Tokenize Method Examples

These use cases rely on the Regex tool's Tokenize method.

  • Parse a 9-character string 123456789 into 3 fields. The regular expression is ....

  • Parse a 9-character string into 3 fields, returning only the second character. The regular expression is .(.)..

  • Parse a field with the delimiter Ctrl-A. The regular expression for tokenizing a Ctrl-A delimited string is [^\cA]+.

    • [^...] The brackets specify a match to a single character in a set of characters. Starting the set with ^ changes it to match any character not in the set.

    • \cA This simply matches the Ctrl-A character.

    • + This means match 1 or more of the previous.

  • Allow blank tokens to preserve entries: abc, ,def. The regular expression is ([^,]*) (?:,|$).

    • (...) Parenthesis create a marked group of the expression.

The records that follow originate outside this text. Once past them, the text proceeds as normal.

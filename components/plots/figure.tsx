'use client';

import { useRef, useState } from 'react';
import { Button } from '@/components/ui/button';
import { PNG_SCALES, savePng, saveSvg, type PngScale } from './download';

/**
 * Colours of the inline plots: theme variables (app/globals.css), so figures follow the light or
 * dark theme on screen; a saved SVG gets the colours written out (components/plots/download.ts).
 */
export const PLOT_COLOURS = {
  background: 'var(--color-plot-bg)',
  ink: 'var(--color-plot-ink)',
  inkSoft: 'var(--color-plot-ink-soft)',
  rule: 'var(--color-plot-rule)',
  faint: 'var(--color-plot-faint)',
  accent: 'var(--color-plot-accent)',
} as const;

/** Font attributes for SVG text; a saved SVG carries the font itself. */
export const PLOT_FONT = { fontFamily: 'Inter, ui-sans-serif, sans-serif', fontSize: 11 } as const;

/** A number with a true minus sign for axis labels. */
export function axisNumber(v: number, decimals: number): string {
  const s = v.toFixed(decimals);
  return Number(s) === 0 ? s.replace(/^-/, '') : s.replace(/^-/, '−');
}

/** What a download button asks for: the SVG, or a PNG at 1×, 2× or 4×. */
export type FigureFormat = 'svg' | PngScale;

/**
 * The download buttons of a figure: SVG and PNG at 1×, 2× and 4×. `save` does the work (the
 * shared helpers for an inline SVG, see {@link svgSaver}); a failure is shown beside them.
 */
export function FigureDownloads({
  title,
  save,
  disabled = false,
}: {
  title: string;
  save: (format: FigureFormat) => Promise<void>;
  disabled?: boolean;
}) {
  const [error, setError] = useState<string | null>(null);
  const run = (format: FigureFormat) => {
    setError(null);
    save(format).catch((e: Error) =>
      setError(`${format === 'svg' ? 'SVG' : 'PNG'} not saved: ${e.message}.`),
    );
  };
  const small = 'px-2 py-0.5 text-xs';
  return (
    <span className="flex flex-wrap items-center gap-1">
      <Button
        type="button"
        variant="quiet"
        className={small}
        disabled={disabled}
        aria-label={`Download SVG of ${title}`}
        onClick={() => run('svg')}
      >
        SVG
      </Button>
      {PNG_SCALES.map((scale) => (
        <Button
          key={scale}
          type="button"
          variant="quiet"
          className={small}
          disabled={disabled}
          aria-label={
            scale === 1 ? `Download PNG of ${title}` : `Download PNG at ${scale}× of ${title}`
          }
          onClick={() => run(scale)}
        >
          {scale === 1 ? 'PNG' : `${scale}×`}
        </Button>
      ))}
      {error && (
        <span role="alert" className="text-xs text-danger">
          {error}
        </span>
      )}
    </span>
  );
}

/** Saves an inline `<svg>` figure in `format` (the `save` of {@link FigureDownloads}). */
export async function saveSvgFigure(
  svg: SVGSVGElement | null,
  fileStem: string,
  format: FigureFormat,
): Promise<void> {
  if (!svg) return;
  if (format === 'svg') await saveSvg(svg, `${fileStem}.svg`);
  else await savePng(svg, fileStem, format);
}

/**
 * A titled inline-SVG figure with its downloads. `children` draws inside an `<svg>` of
 * `width` × `height` user units (CSS pixels).
 */
export function SvgFigure({
  title,
  fileStem,
  width,
  height,
  children,
  caption,
  testId,
}: {
  title: string;
  fileStem: string;
  width: number;
  height: number;
  children: React.ReactNode;
  caption?: React.ReactNode;
  testId?: string;
}) {
  const ref = useRef<SVGSVGElement>(null);
  return (
    <figure className="min-w-0 space-y-1.5" data-testid={testId}>
      <figcaption className="flex flex-wrap items-center justify-between gap-2">
        <span className="text-sm font-medium">{title}</span>
        <FigureDownloads title={title} save={(f) => saveSvgFigure(ref.current, fileStem, f)} />
      </figcaption>
      <svg
        ref={ref}
        role="img"
        aria-label={title}
        viewBox={`0 0 ${width} ${height}`}
        width={width}
        height={height}
        className="h-auto max-w-full rounded border border-rule"
        data-figure=""
        {...PLOT_FONT}
      >
        <title>{title}</title>
        <rect width={width} height={height} fill={PLOT_COLOURS.background} />
        {children}
      </svg>
      {caption && <p className="text-xs text-ink-soft">{caption}</p>}
    </figure>
  );
}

The tokenize mode allows you to match a larger part of the input field, yet only return a subset that was marked. This way you avoid returning the delimiter. You may only have 1 marked expression.

    • [^,] Starting the set with ^ changes it to match any character not in the set, in this case a ,.

    • * Match 0 or more of the previous, which allows for an empty set. You cannot end here because the regex engine doesn't like a match of 0 characters since there is an infinite number of matches, so we have to terminate the match on something.

    • (?:....) This is an unmarked group. We need this for the or which we use a | for.

    • | This is saying match either the thing before or after, but not both. This almost always needs to be used with a marked or unmarked group.

    • $ Matches the end of the string. Hence (?:,|$) matches up to a , or the end of the string.

  • Parse HTML links from a home page. The regular expression is <a .*?>.*?</a>. This pulls every link out of a large HTML document into a series of records.

    • <a This is a literal match for the text <a.

    • .*?. is any character, * is 0 or more. The ? modifies the * to make it match to the shortest possible match. Without this, the expression might find a single token from the beginning of the first link to the end of the last.

    • > This is a literal match for the text >.

    • .*? The shortest possible match of any characters that still satisfies the entire regex.

    • </a> This is a literal match for the text </a>. This ends the match.